# What's the deal with Petsmart when they allow rescue events?



## Papa Deuce (Mar 26, 2007)

Last night we adopted from a rescue that held an adoption event outside of their front entrance. To me that seemed like an awesome thing to do. *And it seemed to me to make great sense for Petsmart.... people get new dogs, they go in the store and buy stuff for it... and that happened.... but it doesn't end there.*

You have to go inside and checkout the dog, just like you were buying dog biscuits. You pay the shelter, but Petsmart gives the receipt. Plus they do NOT LET YOU adopt unless you purchase a $20 laser engraved name tag for your dog.
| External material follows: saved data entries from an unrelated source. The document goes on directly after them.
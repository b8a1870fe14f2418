import { sql } from 'drizzle-orm'
import { index, integer, real, sqliteTable, text, uniqueIndex } from 'drizzle-orm/sqlite-core'
import type { Role } from '#shared/types/roles'
import type { ProposalMailMode } from '#shared/types/records'
import type { LobeReport, SurfaceSummary } from '#shared/types/lobes'
import type { StoredStudyInput, StudyResult } from '#shared/types/studies'

const createdAt = () => integer('created_at', { mode: 'timestamp_ms' }).notNull().default(sql`(unixepoch('subsec') * 1000)`)

export const users = sqliteTable('users', {
  id: integer('id').primaryKey({ autoIncrement: true }),
  email: text('email').notNull(),
  name: text('name').notNull(),
  role: text('role').$type<Role>().notNull(),
  passwordHash: text('password_hash').notNull(),
  active: integer('active', { mode: 'boolean' }).notNull().default(true),
  lastSignInAt: integer('last_sign_in_at', { mode: 'timestamp_ms' }),
  /** Last password change or reset: sessions signed in before it are refused. */
  credentialsChangedAt: integer('credentials_changed_at', { mode: 'timestamp_ms' }),
  /**
   * Sessions carry the version they were signed in under and are refused once it moves on: sign-out,
   * password change, password reset and deactivation each add one, ending every session at once.
   */
  sessionVersion: integer('session_version').notNull().default(0),
  createdAt: createdAt(),
}, t => [uniqueIndex('users_email_unique').on(t.email)])

export const invitations = sqliteTable('invitations', {
  id: integer('id').primaryKey({ autoIncrement: true }),
  email: text('email').notNull(),
  role: text('role').$type<Role>().notNull(),
  /** sha256 of the one-time token; the token itself exists only in the mail. */
  tokenHash: text('token_hash').notNull(),
  invitedBy: integer('invited_by').notNull().references(() => users.id),
  expiresAt: integer('expires_at', { mode: 'timestamp_ms' }).notNull(),
  acceptedAt: integer('accepted_at', { mode: 'timestamp_ms' }),
  acceptedUserId: integer('accepted_user_id').references(() => users.id),
  revokedAt: integer('revoked_at', { mode: 'timestamp_ms' }),
  createdAt: createdAt(),
}, t => [uniqueIndex('invitations_token_unique').on(t.tokenHash), index('invitations_email_idx').on(t.email)])

export const passwordResets = sqliteTable('password_resets', {
  id: integer('id').primaryKey({ autoIncrement: true }),
  userId: integer('user_id').notNull().references(() => users.id),
  tokenHash: text('token_hash').notNull(),
  expiresAt: integer('expires_at', { mode: 'timestamp_ms' }).notNull(),
  usedAt: integer('used_at', { mode: 'timestamp_ms' }),
  createdAt: createdAt(),
}, t => [uniqueIndex('password_resets_token_unique').on(t.tokenHash)])

export const apiTokens = sqliteTable('api_tokens', {
  id: integer('id').primaryKey({ autoIncrement: true }),
  userId: integer('user_id').notNull().references(() => users.id),
  label: text('label').notNull(),
  /** sha256 of the token; the token is shown once at creation. */
  tokenHash: text('token_hash').notNull(),
  /** First characters of the token, to tell tokens apart in lists. */
  prefix: text('prefix').notNull(),
  lastUsedAt: integer('last_used_at', { mode: 'timestamp_ms' }),
  revokedAt: integer('revoked_at', { mode: 'timestamp_ms' }),
  createdAt: createdAt(),
}, t => [uniqueIndex('api_tokens_hash_unique').on(t.tokenHash), index('api_tokens_user_idx').on(t.userId)])

export const auditEvents = sqliteTable('audit_events', {
  id: integer('id').primaryKey({ autoIncrement: true }),
  actorId: integer('actor_id').references(() => users.id),
  action: text('action').notNull(),
  subjectType: text('subject_type'),
  subjectId: text('subject_id'),
  detail: text('detail', { mode: 'json' }).$type<Record<string, unknown>>(),
  ip: text('ip'),
  createdAt: createdAt(),
}, t => [index('audit_events_created_idx').on(t.createdAt), index('audit_events_actor_idx').on(t.actorId)])

/** Failed sign-in attempts, keyed by account and by client address, for rate limiting. */
export const signinFailures = sqliteTable('signin_failures', {
  id: integer('id').primaryKey({ autoIncrement: true }),
  key: text('key').notNull(),
  at: integer('at', { mode: 'timestamp_ms' }).notNull(),
}, t => [index('signin_failures_key_at_idx').on(t.key, t.at)])

/** Messages received by the embedded loopback SMTP server (demo and single-machine use). */
export const mailMessages = sqliteTable('mail_messages', {
  id: integer('id').primaryKey({ autoIncrement: true }),
  envelopeFrom: text('envelope_from'),
  envelopeTo: text('envelope_to', { mode: 'json' }).$type<string[]>().notNull(),
  subject: text('subject').notNull().default(''),
  text: text('text').notNull().default(''),
  html: text('html'),
  raw: text('raw').notNull(),
  receivedAt: createdAt(),
}, t => [index('mail_messages_received_idx').on(t.receivedAt)])

export type User = typeof users.$inferSelect
export type AuditEvent = typeof auditEvents.$inferSelect
export type MailMessage = typeof mailMessages.$inferSelect

/** A stored mesh file, by content hash. Lobes reference it; the file is removed with its last lobe. */
export const meshFiles = sqliteTable('mesh_files', {
  sha256: text('sha256').primaryKey(),
  format: text('format').$type<'obj' | 'ply'>().notNull(),
  byteSize: integer('byte_size').notNull(),
  /** Path relative to UPLOADS_DIR. */
  storedPath: text('stored_path').notNull(),
  createdAt: createdAt(),
})

export type JobStatus = 'queued' | 'running' | 'done' | 'failed' | 'cancelled'

/** One lobe: a validated mesh file at stated units, density and (optional) spin. */
export const lobes = sqliteTable('lobes', {
  id: integer('id').primaryKey({ autoIncrement: true }),
  name: text('name').notNull(),
  ownerId: integer('owner_id').notNull().references(() => users.id),
  sha256: text('sha256').notNull().references(() => meshFiles.sha256),
  sourceFileName: text('source_file_name').notNull(),
  format: text('format').$type<'obj' | 'ply'>().notNull(),
  units: text('units').$type<'m' | 'km'>().notNull(),
  /** kg m⁻³ */
  density: real('density').notNull(),
  /** m; null → the volume-equivalent radius. */
  referenceRadius: real('reference_radius'),
  /** Spin period for the surface slope, hours; null → not rotating. */
  spinPeriodHours: real('spin_period_hours'),
  /** Spin axis, file frame (unit); null → the largest-moment axis. */
  spinAxis: text('spin_axis', { mode: 'json' }).$type<[number, number, number] | null>(),
  vertexCount: integer('vertex_count').notNull(),
  faceCount: integer('face_count').notNull(),
  warnings: text('warnings', { mode: 'json' }).$type<{ code: string, message: string }[]>().notNull(),
  report: text('report', { mode: 'json' }).$type<LobeReport>().notNull(),
  /** Mass properties at `density` (SI), as the core computed them. */
  properties: text('properties', { mode: 'json' }).$type<Record<string, unknown>>().notNull(),
  /** Surface-field summary once its job is done. */
  surface: text('surface', { mode: 'json' }).$type<SurfaceSummary | null>(),
  /** The job whose result `surface` takes (jobs.id; shared by lobes with identical inputs); only it may write `surface`. */
  surfaceJobId: integer('surface_job_id'),
  algorithmVersion: text('algorithm_version').notNull(),
  createdAt: createdAt(),
}, t => [index('lobes_owner_idx').on(t.ownerId), index('lobes_sha_idx').on(t.sha256), index('lobes_created_idx').on(t.createdAt)])

/**
 * Background work with progress (server/utils/jobs.ts): surface fields of a lobe, a contact study,
 * and so on. Identical jobs (kind, inputs hash, algorithm version) run once and are shared.
 */
export const jobs = sqliteTable('jobs', {
  id: integer('id').primaryKey({ autoIncrement: true }),
  kind: text('kind').notNull(),
  /** Who asked first (null for work the server started itself). */
  ownerId: integer('owner_id').references(() => users.id),
  /** sha256 of everything that decides the result (mesh hashes, parameters). */
  inputsHash: text('inputs_hash'),
  algorithmVersion: text('algorithm_version'),
  /** Times the job started running (a restart or lost worker runs it again, up to a bound). */
  attempts: integer('attempts').notNull().default(0),
  /** The lobe it was first made for (surface fields). */
  lobeId: integer('lobe_id').references(() => lobes.id, { onDelete: 'cascade' }),
  /** The study it was first made for (contact studies). */
  studyId: integer('study_id'),
  /** The job's summary result, so an identical later job can reuse it. */
  result: text('result', { mode: 'json' }).$type<Record<string, unknown> | null>(),
  status: text('status').$type<JobStatus>().notNull().default('queued'),
  progress: real('progress').notNull().default(0),
  stage: text('stage'),
  error: text('error'),
  /** Parameters the job ran with (e.g. evaluation-point count). */
  params: text('params', { mode: 'json' }).$type<Record<string, unknown>>(),
  createdAt: createdAt(),
  startedAt: integer('started_at', { mode: 'timestamp_ms' }),
  finishedAt: integer('finished_at', { mode: 'timestamp_ms' }),
}, t => [index('jobs_lobe_idx').on(t.lobeId), index('jobs_status_idx').on(t.status), index('jobs_inputs_idx').on(t.kind, t.inputsHash)])

/** A contact study of two lobes for one approach. */
export const studies = sqliteTable('studies', {
  id: integer('id').primaryKey({ autoIncrement: true }),
  ownerId: integer('owner_id').notNull().references(() => users.id),
  lobeAId: integer('lobe_a_id').notNull().references(() => lobes.id),
  lobeBId: integer('lobe_b_id').notNull().references(() => lobes.id),
  title: text('title'),
  /** The validated request body, SI units. */
  input: text('input', { mode: 'json' }).$type<StoredStudyInput>().notNull(),
  /** sha256 of (mesh hashes, inputs, algorithm version): equal keys reuse a result. */
  cacheKey: text('cache_key').notNull(),
  status: text('status').$type<JobStatus>().notNull().default('queued'),
  progress: real('progress').notNull().default(0),
  stage: text('stage'),
  error: text('error'),
  result: text('result', { mode: 'json' }).$type<StudyResult | null>(),
  algorithmVersion: text('algorithm_version').notNull(),
  /** The job computing it (jobs.id; shared by studies with the same cache key). */
  jobId: integer('job_id'),
  createdAt: createdAt(),
  startedAt: integer('started_at', { mode: 'timestamp_ms' }),
  finishedAt: integer('finished_at', { mode: 'timestamp_ms' }),
}, t => [index('studies_pair_idx').on(t.lobeAId, t.lobeBId), index('studies_cache_idx').on(t.cacheKey), index('studies_created_idx').on(t.createdAt)])

export type Lobe = typeof lobes.$inferSelect
export type Study = typeof studies.$inferSelect
export type Job = typeof jobs.$inferSelect

// ─── Object records ──────────────────────────────────────────────────────────────────────────────
// Shared per-object records, the derived values attached to them (frozen snapshots with provenance),
// their review, comments, follows and mail preferences. Sized for 10 000 records and 100 000
// attachments: every list, filter and join below has an index.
Now this is not what the rescue does, because I was at the same rescue a week before at a vet's office, and if approved, you just pay and take the dog. 

So why all this extra stuff from Petsmart?


----------



## JulieK1967 (May 29, 2011)

That could be a deal the rescue has made with Petsmart. I adopted my puppy at an adoption event held at a local pet store chain. There were no requirements that I do any business with the pet store at all. I paid the adoption fee to the rescue group & that was it. I did buy some supplies at that store but that was purely for my own convenience.


----------



## Bones (Sep 11, 2009)

Never held an adoption event at petsmart- but that seems a bit ridiculous. We do ours at PetSupplies Plus and they don't impose fees on us or the adopters.


----------



## Papa Deuce (Mar 26, 2007)

Bones said:


> Never held an adoption event at petsmart- but that seems a bit ridiculous. We do ours at PetSupplies Plus and they don't impose fees on us or the adopters.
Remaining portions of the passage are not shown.